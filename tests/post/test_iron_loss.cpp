// Iron loss by the per-harmonic, per-component Steinmetz-type rule (C. P. Steinmetz, "On the law of
// hysteresis", AIEE Trans. 9, 1892, from memory, for the hysteresis term; the classical eddy term and the
// summation over harmonics and components are common engineering practice). The coefficients are
// invented, of the order of a 0.35 mm non-oriented steel.

#include <doctest/doctest.h>

#include <cmath>
#include <functional>
#include <numbers>

#include "post/iron_loss.hpp"
#include "solver/coefficients.hpp"
#include "support/polar_mesh.hpp"

using namespace tf;

namespace {

constexpr double kPi = std::numbers::pi;
const solver::IronLossData kSteel{0.02, 1.9, 6e-5, 7650.0, "invented"};

/// The formula for one sinusoid of amplitude b [T] at frequency f [Hz], in W/kg.
double steinmetz(const solver::IronLossData& c, double b, double f) {
  return c.hysteresis * f * std::pow(b, c.exponent) + c.eddy * f * f * b * b;
}

Eigen::VectorXd samples(int k_steps, const std::function<double(double)>& of_phase) {
  Eigen::VectorXd s(k_steps);
  for (int k = 0; k < k_steps; ++k) s(k) = of_phase(2 * kPi * k / k_steps);
  return s;
}

mesh::Mesh small_machine() {
  return testing::polar_mesh(0.0,
                             {{0.02, 2, mesh::RegionKind::rotor_iron, "rotor"},
                              {0.025, 1, mesh::RegionKind::gap, "gap"},
                              {0.04, 2, mesh::RegionKind::stator_iron, "stator"}},
                             12);
}

}  // namespace

TEST_CASE("iron loss of a pure sinusoid is the Steinmetz formula; a DC field loses nothing") {
  const double f = 50.0;
  for (double b : {0.3, 1.2, 1.7}) {
    const Eigen::VectorXd s = samples(16, [&](double wt) { return b * std::cos(wt + 0.4); });
    CHECK(post::specific_loss(kSteel, s, f) == doctest::Approx(steinmetz(kSteel, b, f)).epsilon(1e-12).scale(0));
  }
  // Each harmonic at its own frequency n f, the mean ignored: 1.2 T DC + 1.0 T at f + 0.2 T at 3 f.
  const Eigen::VectorXd mixed =
      samples(24, [](double wt) { return 1.2 + std::cos(wt) + 0.2 * std::sin(3 * wt + 1.0); });
  CHECK(post::specific_loss(kSteel, mixed, f) ==
        doctest::Approx(steinmetz(kSteel, 1.0, f) + steinmetz(kSteel, 0.2, 3 * f)).epsilon(1e-12).scale(0));
  // A constant field: only the rounding of the transform remains (about 1e-16 T per harmonic).
  CHECK(std::abs(post::specific_loss(kSteel, Eigen::VectorXd::Constant(16, 1.5), f)) < 1e-20);
  // The Nyquist term (n = K/2) alternates +-B at the samples: amplitude B, not 2B.
  const Eigen::VectorXd nyquist = samples(8, [](double wt) { return 0.5 * std::cos(4 * wt); });
  CHECK(post::specific_loss(kSteel, nyquist, f) == doctest::Approx(steinmetz(kSteel, 0.5, 4 * f)).epsilon(1e-12).scale(0));
}

TEST_CASE("iron loss: a rotating field loses twice one alternating component; totals add up by region") {
  const mesh::Mesh m = small_machine();
  const int k_steps = 20;
  const double f = 60.0, stack = 0.08;
  post::FluxHistory b{Eigen::MatrixXd(m.n_triangles(), k_steps), Eigen::MatrixXd(m.n_triangles(), k_steps), f};
  post::FluxHistory alternating = b;
  for (int t = 0; t < m.n_triangles(); ++t) {
    const double amplitude = 0.5 + 0.01 * t;  // differs per triangle, so the sums are not trivial
    for (int k = 0; k < k_steps; ++k) {
      const double wt = 2 * kPi * k / k_steps + 0.1 * t;
      b.bx(t, k) = amplitude * std::cos(wt);
      b.by(t, k) = amplitude * std::sin(wt);
      alternating.bx(t, k) = b.bx(t, k);
      alternating.by(t, k) = 0.0;
    }
  }
  // The rotor's steel in rotor iron, another steel in the stator's, none in the gap.
  solver::Materials mat;
  mat.rotor_iron_loss = kSteel;
  mat.stator_iron_loss = solver::IronLossData{0.03, 1.8, 5e-5, 7600.0, "invented"};
  const std::vector<solver::IronLossData> per_region = solver::region_coefficients(m, mat).iron_loss;
  REQUIRE(per_region[0].hysteresis == kSteel.hysteresis);
  REQUIRE(per_region[2].hysteresis == 0.03);
  const post::IronLoss rotating = post::iron_loss(m, b, per_region, stack);
  const post::IronLoss single = post::iron_loss(m, alternating, per_region, stack);

  double sum[3] = {0.0, 0.0, 0.0};
  for (int t = 0; t < m.n_triangles(); ++t) {
    const int r = m.triangle_region(t);
    const double amplitude = 0.5 + 0.01 * t;
    if (r == 1) {
      CHECK(rotating.density(t) == 0.0);  // the gap has no coefficients
    } else {
      const double expected = per_region[r].density * 2 * steinmetz(per_region[r], amplitude, f);
      CHECK(rotating.density(t) == doctest::Approx(expected).epsilon(1e-12).scale(0));
      CHECK(rotating.density(t) == doctest::Approx(2 * single.density(t)).epsilon(1e-12).scale(0));
    }
    sum[r] += rotating.density(t) * mesh::triangle_area(m, t) * stack;
  }
  CHECK(rotating.region_loss[1] == 0.0);
  for (int r : {0, 2}) {
    CHECK(rotating.region_loss[r] > 0.0);
    CHECK(rotating.region_loss[r] == doctest::Approx(sum[r]).epsilon(1e-12).scale(0));
  }
  CHECK(rotating.total == doctest::Approx(sum[0] + sum[2]).epsilon(1e-12).scale(0));
}
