// Saturation honesty (post/saturation.hpp): the area fraction of a region above 2 T and an
// area-weighted percentile of |B|, on a structured ring whose triangles' areas are known exactly,
// and which regions the check watches.

#include <doctest/doctest.h>

#include <cmath>
#include <numbers>

#include "post/saturation.hpp"
#include "solver/materials.hpp"
#include "support/polar_mesh.hpp"

using namespace tf;

namespace {

constexpr int kTheta = 40, kRings = 4;

/// A ring 10 .. 20 mm (4 element layers, 40 nodes round) named rotor_iron inside a thin air ring.
mesh::Mesh ring_mesh() {
  return testing::polar_mesh(0.010, {{0.020, kRings, mesh::RegionKind::rotor_iron, "rotor_iron"},
                                     {0.021, 1, mesh::RegionKind::gap, "gap"}},
                             kTheta);
}

/// Angular column (0 .. kTheta-1) and ring (0 .. kRings-1) of a triangle, from its centroid.
std::pair<int, int> column_and_ring(const mesh::Mesh& m, int t) {
  Eigen::Vector2d c = Eigen::Vector2d::Zero();
  for (int k = 0; k < 3; ++k) c += m.nodes.row(m.triangles(t, k)).transpose() / 3.0;
  double angle = std::atan2(c.y(), c.x());
  if (angle < 0) angle += 2 * std::numbers::pi;
  const int column = static_cast<int>(angle / (2 * std::numbers::pi / kTheta));
  const int ring = static_cast<int>((c.norm() - 0.010) / 0.0025);
  return {column, ring};
}

/// |B| = 3 T in the first quarter of the columns, 1.0 + 0.1 ring elsewhere; the air at 0.5 T.
Eigen::VectorXd quarter_saturated(const mesh::Mesh& m) {
  Eigen::VectorXd b(m.n_triangles());
  for (int t = 0; t < m.n_triangles(); ++t) {
    if (m.triangle_region(t) != 0) {
      b(t) = 0.5;
      continue;
    }
    const auto [column, ring] = column_and_ring(m, t);
    b(t) = column < kTheta / 4 ? 3.0 : 1.0 + 0.1 * ring;
  }
  return b;
}

}  // namespace

TEST_CASE("a quarter of a ring above 2 T is 25 % of its area, and the percentile weighs triangles by area") {
  const mesh::Mesh m = ring_mesh();
  const Eigen::VectorXd b = quarter_saturated(m);
  // Exact: every angular column of a ring of equal polygons holds the same area, so 10 of 40
  // columns are a quarter of it; the air region's triangles are not counted.
  CHECK(post::area_fraction_above(m, b, 0, 2.0) == doctest::Approx(0.25).epsilon(1e-12).scale(0));
  CHECK(post::area_fraction_above(m, b, 1, 2.0) == 0.0);
  // Ring k between polygons of radii r_k and r_k+1 holds an area proportional to r_k+1^2 - r_k^2:
  // 0.1875, 0.2292, 0.2708, 0.3125 of the whole (plane geometry). Below 3 T lie three quarters of
  // each: 1.0 T on 14.06 %, 1.1 T up to 31.25 %, 1.2 T up to 51.56 %. So the 35th area percentile
  // is 1.2 T; by triangle count (each ring a quarter of the triangles) it would be 1.1 T.
  CHECK(post::area_percentile(m, b, 0, 0.35) == doctest::Approx(1.2).epsilon(1e-12).scale(0));
  CHECK(post::area_percentile(m, b, 0, 0.30) == doctest::Approx(1.1).epsilon(1e-12).scale(0));
  CHECK(post::area_percentile(m, b, 0, 0.99) == doctest::Approx(3.0).epsilon(1e-12).scale(0));
  CHECK(post::area_percentile(m, b, 1, 0.99) == doctest::Approx(0.5).epsilon(1e-12).scale(0));
}

TEST_CASE("the watch warns for a region above 2 T over more than 1 % of its area, naming region, share and step") {
  const mesh::Mesh m = ring_mesh();
  post::SaturationWatch watch(m, {true, false});
  Eigen::VectorXd calm = Eigen::VectorXd::Constant(m.n_triangles(), 1.5);
  watch.add_step(calm, "step 0");
  watch.add_step(quarter_saturated(m), "step 1");
  watch.add_step(calm, "step 2");
  REQUIRE(watch.worst().size() == 1);
  CHECK(watch.worst()[0].when == "step 1");
  const auto w = watch.warnings("all 3 steps");
  REQUIRE(w.size() == 1);
  CHECK(w[0].find("rotor_iron: 25 % of its area above 2 T in linear iron") == 0);
  CHECK(w[0].find("up to 3 T at the 99th percentile, step 1; all 3 steps checked") != std::string::npos);
  CHECK(w[0].find("B-H curve") != std::string::npos);
}

TEST_CASE("single corner triangles at 15 T (under 1 % of the area) are no warning") {
  const mesh::Mesh m = ring_mesh();
  // Two of the 320 iron triangles, both in the innermost ring: 2/80 of its 18.75 % of the area,
  // 0.47 % of the region, under the 1 % (common practice for "more than a corner").
  Eigen::VectorXd b = Eigen::VectorXd::Constant(m.n_triangles(), 1.2);
  int marked = 0;
  for (int t = 0; t < m.n_triangles() && marked < 2; ++t)
    if (column_and_ring(m, t).second == 0) b(t) = 15.0, ++marked;
  post::SaturationWatch watch(m, {true, false});
  watch.add_step(b, "step 0");
  CHECK(watch.worst()[0].fraction_above == doctest::Approx(2.0 / 80 * 0.1875).epsilon(1e-9).scale(0));
  CHECK(watch.warnings("all steps").empty());
}

TEST_CASE("only iron with a constant permeability is watched: not iron with a B-H curve, not magnets or air") {
  const mesh::Mesh m = ring_mesh();
  solver::RegionCoefficients k;
  const auto nu = [](double mu_r) { return 1.0 / (solver::kMu0 * mu_r); };
  k.nu = {nu(3000.0), nu(3000.0), nu(1.05), nu(1.0)};
  k.curve = {std::nullopt, solver::BhCurve({0.0, 100.0, 1000.0, 10000.0}, {0.0, 1.0, 1.6, 1.9}, 1.0), std::nullopt,
             std::nullopt};
  CHECK(post::linear_iron_regions(k) == std::vector<bool>{true, false, false, false});
  // Nothing watched: the study need not feed any step.
  CHECK(post::SaturationWatch(m, {false, false}).idle());
}
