// The pole map on waves whose poles are known by construction.

#include <doctest/doctest.h>

#include <cmath>
#include <functional>
#include <numbers>

#include "post/pole_map.hpp"

using namespace tf;

namespace {

constexpr double kPi = std::numbers::pi;

Eigen::VectorXd wave(int m, const std::function<double(double)>& f) {
  Eigen::VectorXd b(m);
  for (int j = 0; j < m; ++j) b(j) = f(2 * kPi * j / m);
  return b;
}

}  // namespace

TEST_CASE("a p-pole-pair cosine has p north and p south poles where B_r is most negative and positive") {
  // B_r = B cos(p (theta - phi)): south poles (flux into the stator, B_r > 0) at phi + 2 pi k / p,
  // north poles half a pole pitch on; each pole passes r * 2B/p of flux (per metre).
  const int p = 3;
  const double phi = 0.3, r = 0.05, b = 0.8;
  const auto poles = post::pole_map(wave(1440, [&](double t) { return b * std::cos(p * (t - phi)); }), r);
  REQUIRE(poles.size() == 2 * p);
  int north = 0;
  for (const auto& pole : poles) {
    north += pole.north;
    const double expected = phi + (pole.north ? kPi / p : 0.0);
    CHECK(std::abs(std::remainder(pole.angle - expected, 2 * kPi / p)) < 2 * kPi / 1440 + 1e-12);
    CHECK(pole.flux == doctest::Approx(r * 2 * b / p).epsilon(1e-4).scale(0));
  }
  CHECK(north == p);
}

TEST_CASE("slot ripple that crosses zero does not make extra poles, but real unequal poles stay") {
  // A 2-pole wave with a narrow dip of the other sign near its crest: one pole pair.
  const auto dipped = post::pole_map(wave(1440, [](double t) {
                                       const double dip = std::abs(std::remainder(t - 0.2, 2 * kPi)) < 0.01 ? -2.0 : 0.0;
                                       return std::cos(t) + dip;
                                     }),
                                     0.05);
  CHECK(dipped.size() == 2);
  // Ten runs of alternating sign with fluxes 2:1 (a tooth-coil field): ten poles.
  const auto uneven = post::pole_map(wave(1440, [](double t) {
                                       const int k = static_cast<int>(std::floor(t / (2 * kPi) * 10)) % 10;
                                       return (k % 2 ? -1.0 : 1.0) * (k % 4 < 2 ? 2.0 : 1.0);
                                     }),
                                     0.05);
  CHECK(uneven.size() == 10);
}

■ ■ ■ ■ ■

** TRY IT **
Copy all lines of the records in which the string "formula" can be found.

** EXERCISE SOLUTION **
/// The formula for one sinusoid of amplitude b [T] at frequency f [Hz], in W/kg.
TEST_CASE("iron loss of a pure sinusoid is the Steinmetz formula; a DC field loses nothing") {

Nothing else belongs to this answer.